We are on the hunt for post-docs, graduate students, and undergraduates interested in STEM education research!
This afternoon, J presented some of the ongoing perceptions of diverse identities within STEM courses at the Society for the Advancement of Biology Education Research (SABER).
We are super excited to have Kaylin Bruening join the Henning lab! Kaylin is a geography major and marine sciences major and is interested in conversation and invasive species! Kaylin is going to be working on documenting spatial structure in invasive apple snails in Langan Park prior to a large multi-million dollar removal effort in collaboration with Mobile Bay National Estuarine Program (NEP).
J and Cissy Ballen were selected to co-present the plenary talk at the annual EDU-STEM meeting on July 22nd. J & Cissy delivered a talk entitled: Addressing intersectionality in Biology Education Research: the power of collaborative networks.

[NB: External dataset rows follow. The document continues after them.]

import { z } from "zod";
import { PROFILE_BOUNDS } from "./profile-bounds";
import { featuresSchema } from "./profile-features";
import { scheduleSchema, startMinuteSchema } from "./schedule-schema";

const whole = ({ min, max }: { min: number; max: number }) => z.int().min(min).max(max);

const targetBlockSchema = z
  .object({
    startMinute: startMinuteSchema,
    lowMgDl: whole(PROFILE_BOUNDS.targetMgDl),
    highMgDl: whole(PROFILE_BOUNDS.targetMgDl),
  })
  .refine(({ lowMgDl, highMgDl }) => lowMgDl <= highMgDl, {
    path: ["highMgDl"],
    message: "the upper end of a target is not below the lower end",
  });

/**
 * A profile as it is stored: integers in the smallest unit that loses nothing.
 *
 * - basal in milli-units of insulin an hour
 * - carb ratio in milligrams of carbohydrate for one unit (12.5 g/U is 12500)
 * - sensitivity in millionths of a mg/dL for one unit. A hundredth of a mmol/L is
 *   0.180156 mg/dL, so values typed in either unit are whole numbers here, and
 *   showing a profile in the other unit never rewrites it
 * - target in whole mg/dL, finer than a tenth of a mmol/L (1.8 mg/dL)
 * - limits `null` where the person has set none
 */
export const settingsProfileSchema = z.object({
  basal: scheduleSchema(
    z.object({ startMinute: startMinuteSchema, milliUnitsPerHour: whole(PROFILE_BOUNDS.milliUnitsPerHour) }),
  ),
  carbRatio: scheduleSchema(
    z.object({ startMinute: startMinuteSchema, milligramsPerUnit: whole(PROFILE_BOUNDS.milligramsPerUnit) }),
  ),
  sensitivity: scheduleSchema(
    z.object({ startMinute: startMinuteSchema, microMgDlPerUnit: whole(PROFILE_BOUNDS.microMgDlPerUnit) }),
  ),
  target: scheduleSchema(targetBlockSchema),
  durationOfActionMinutes: whole(PROFILE_BOUNDS.durationOfActionMinutes),
  limits: z.object({
    maxBasalMilliUnitsPerHour: whole(PROFILE_BOUNDS.milliUnitsPerHour).nullable(),
    maxBolusMilliUnits: whole(PROFILE_BOUNDS.bolusMilliUnits).nullable(),
    maxInsulinOnBoardMilliUnits: whole(PROFILE_BOUNDS.insulinOnBoardMilliUnits).nullable(),
  }),
  features: featuresSchema,
});

export type SettingsProfile = z.infer<typeof settingsProfileSchema>;
export type BasalBlock = SettingsProfile["basal"][number];
export type CarbRatioBlock = SettingsProfile["carbRatio"][number];
export type SensitivityBlock = SettingsProfile["sensitivity"][number];
export type TargetBlock = SettingsProfile["target"][number];
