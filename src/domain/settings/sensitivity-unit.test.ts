import fc from "fast-check";
import { describe, expect, it, vi } from "vitest";
import { microMgDlPerUnitFrom, sensitivityIn } from "./sensitivity-unit";

vi.setConfig({ testTimeout: 60_000 });

describe("a sensitivity factor in two units", () => {
  it.each([
    [60, "mg/dL", 60_000_000],
    [51.4286, "mg/dL", 51_428_600],
    [3.4, "mmol/L", 61_253_040],
    [2.86, "mmol/L", 51_524_616],
  ] as const)("stores %s %s as %s millionths of a mg/dL", (value, unit, expected) => {
    expect(microMgDlPerUnitFrom(value, unit)).toBe(expected);
    expect(sensitivityIn(expected, unit)).toBeCloseTo(value, 9);
  });

  it("gives back every hundredth of a mmol/L exactly as typed", () => {
    for (let hundredths = 10; hundredths <= 3000; hundredths += 1) {
      const stored = microMgDlPerUnitFrom(hundredths / 100, "mmol/L");
      expect(stored).toBe(hundredths * 180_156);
      expect(Number(sensitivityIn(stored, "mmol/L").toFixed(2))).toBe(hundredths / 100);
    }
  });

  it("is not moved by a hundred switches of the unit", () => {
    fc.assert(
      fc.property(fc.integer({ min: 1_000_000, max: 500_000_000 }), fc.boolean(), (stored, startsInMmol) => {
        let value = stored;
        for (let i = 0; i < 100; i += 1) {
          const unit = (i % 2 === 0) === startsInMmol ? "mmol/L" : "mg/dL";
          value = microMgDlPerUnitFrom(sensitivityIn(value, unit), unit);
        }
        expect(value).toBe(stored);
      }),
      { numRuns: 10_000 },
    );
  });
});
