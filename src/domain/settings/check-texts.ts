import { GATE_DOSE_LIMITS } from "./gate-dose";

/** blocks: cannot go on; asks: a reader is asked to look; informs: only said. */
export type Severity = "blocks" | "asks" | "informs";

export type Check = Readonly<{ code: CheckCode; severity: Severity; text: string }>;

/**
 * The spans the checks of a review use. Basal share: published shares run from
 * 30 to 60 % (settings.md 1.3). Daily dose: settings.md 3.2 rule 3. Sensitivity
 * over ratio: from the strongest sensitivity rule over the weakest ratio rule,
 * 1500 / 500, to the weakest over the UK start, 1960 / 400 (computed here).
 */
export const CHECK_LIMITS = {
  basalSharePercent: { low: 30, high: 60 },
  dailyDoseUnits: GATE_DOSE_LIMITS.dailyDoseUnits,
  dailyDoseUnitsPerKg: GATE_DOSE_LIMITS.dailyDoseUnitsPerKg,
  sensitivityOverRatio: { low: 3, high: 4.9 },
} as const;

export const CHECK_TEXTS = {
  "day-not-covered": "{schedule}: {why}.",
  "basal-off-step": "The rate from {time}, {rate} U/h, is not on the pump's step of {step} U/h.",
  "limit-off-step": "The largest bolus, {limit} U, is not on the pump's step of {step} U.",
  "basal-zero": "A basal rate of zero stands in this profile. Look at it with your educator.",
  "limit-below-basal": "The basal limit of {limit} U/h lies below a rate of {rate} U/h.",
  "limit-open": "No limit for a bolus is written down. One published protocol used the largest dose of the two weeks before.",
  "limit-above-recent": "The bolus limit of {limit} U lies above the largest recent bolus, {recent} U.",
  "basal-share": "Basal is {percent}% of the day's insulin here. Published shares run from 30 to 60%.",
  "dose-outside-span": "The daily dose of {units} U lies outside 20 to 100 U, the span the formulas were made for.",
  "dose-for-weight": "The daily dose is {units} U for each kg. The usual span is 0.3 to 1.0.",
  "ratio-sensitivity":
    "From {time} the sensitivity factor is {times} times the carb ratio. Pairs of published rules lie between 3.0 and 4.9 times.",
  "ketones-and-site":
    "Settings on the weak side carry a risk of their own: high glucose with ketones can come within hours when insulin runs short or a site stops working. Keep ketone strips and your sick-day plan at hand.",
  "carried-over": "The present pump settings are carried over unchanged. The arithmetic stands beside them.",
  "lows-before-carry-over":
    "Settings are carried over where results are acceptable. Lows are frequent here, so the educator looks at them first.",
} as const;

export type CheckCode = keyof typeof CHECK_TEXTS;

/** Put values into the {named} places of a text. */
export function fillText(template: string, values: Readonly<Record<string, string | number>>): string {
  return template.replace(/\{(\w+)\}/g, (place, name: string) => String(values[name] ?? place));
}
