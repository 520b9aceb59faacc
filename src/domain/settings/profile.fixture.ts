import type { SettingsProfile } from "./profile";

/** An invented profile for tests: three rates, two ratios, flat elsewhere. */
export const EXAMPLE_PROFILE: SettingsProfile = {
  basal: [
    { startMinute: 0, milliUnitsPerHour: 500 },
    { startMinute: 240, milliUnitsPerHour: 650 },
    { startMinute: 1320, milliUnitsPerHour: 550 },
  ],
  carbRatio: [
    { startMinute: 0, milligramsPerUnit: 17_000 },
    { startMinute: 300, milligramsPerUnit: 15_500 },
  ],
  sensitivity: [{ startMinute: 0, microMgDlPerUnit: 60_000_000 }],
  target: [{ startMinute: 0, lowMgDl: 120, highMgDl: 130 }],
  durationOfActionMinutes: 240,
  limits: { maxBasalMilliUnitsPerHour: 1200, maxBolusMilliUnits: 8000, maxInsulinOnBoardMilliUnits: null },
  features: [
    { label: "quiet at night", kind: "switch", value: true },
    { label: "strength", kind: "number", value: 0.8 },
    { label: "mode", kind: "text", value: "plain" },
  ],
};

/** The same with some parts replaced. */
export function exampleProfile(parts: Partial<SettingsProfile> = {}): SettingsProfile {
  return { ...EXAMPLE_PROFILE, ...parts };
}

J was out with Mobile Bay National Estuarine Program (NEP) removing apple snails this morning. In 3 hours, J was able to remove over 300 egg casings and collect over 50 adults from Langan Park!
The University of South Alabama and the College of Arts and Sciences recently spotlighted recent research by J and colleagues from University of Konstanz, Michigan State University, and Auburn University published in the Proceedings of the Royal Society of Biology (ProcB) on June 24th. J and colleagues explore the demographic makeup of commonly used Biology textbooks in Introductory Biology classes across the United States. Textbooks shape teaching and learning in introductory biology and highlight scientists as potential role models who are responsible for significant discoveries. Authors explore a potential demographic mismatch between the scientists featured in textbooks and the students who use textbooks to learn core concepts in biology. Authors found that while textbooks are filled with classic examples of early discoveries that were performed by white men, more contemporary examples reflect the inclusion of women and scientists of color within biology. However, the inclusion of contributions by female scientists of color in textbooks lag woefully behind their representation in the field.
For the full university press release click here, for the full article click here, and for a blog post by the Proceedings of the Royal Society of Biology click here.
Our new paper in Proc B exploring racial and binary gender representation in introductory biology textbooks is receiving a lot of international attention. Overall, we found that even though the scientists and their discoveries that textbooks are choosing to highlight are becoming more diverse, several groups of scientists including, women of color scientists are woefully under-represented in introductory college textbooks if we compare to the diversification of scientists in the field and especially when comparing to the demographic makeup of the target audience (US undergraduate biology majors).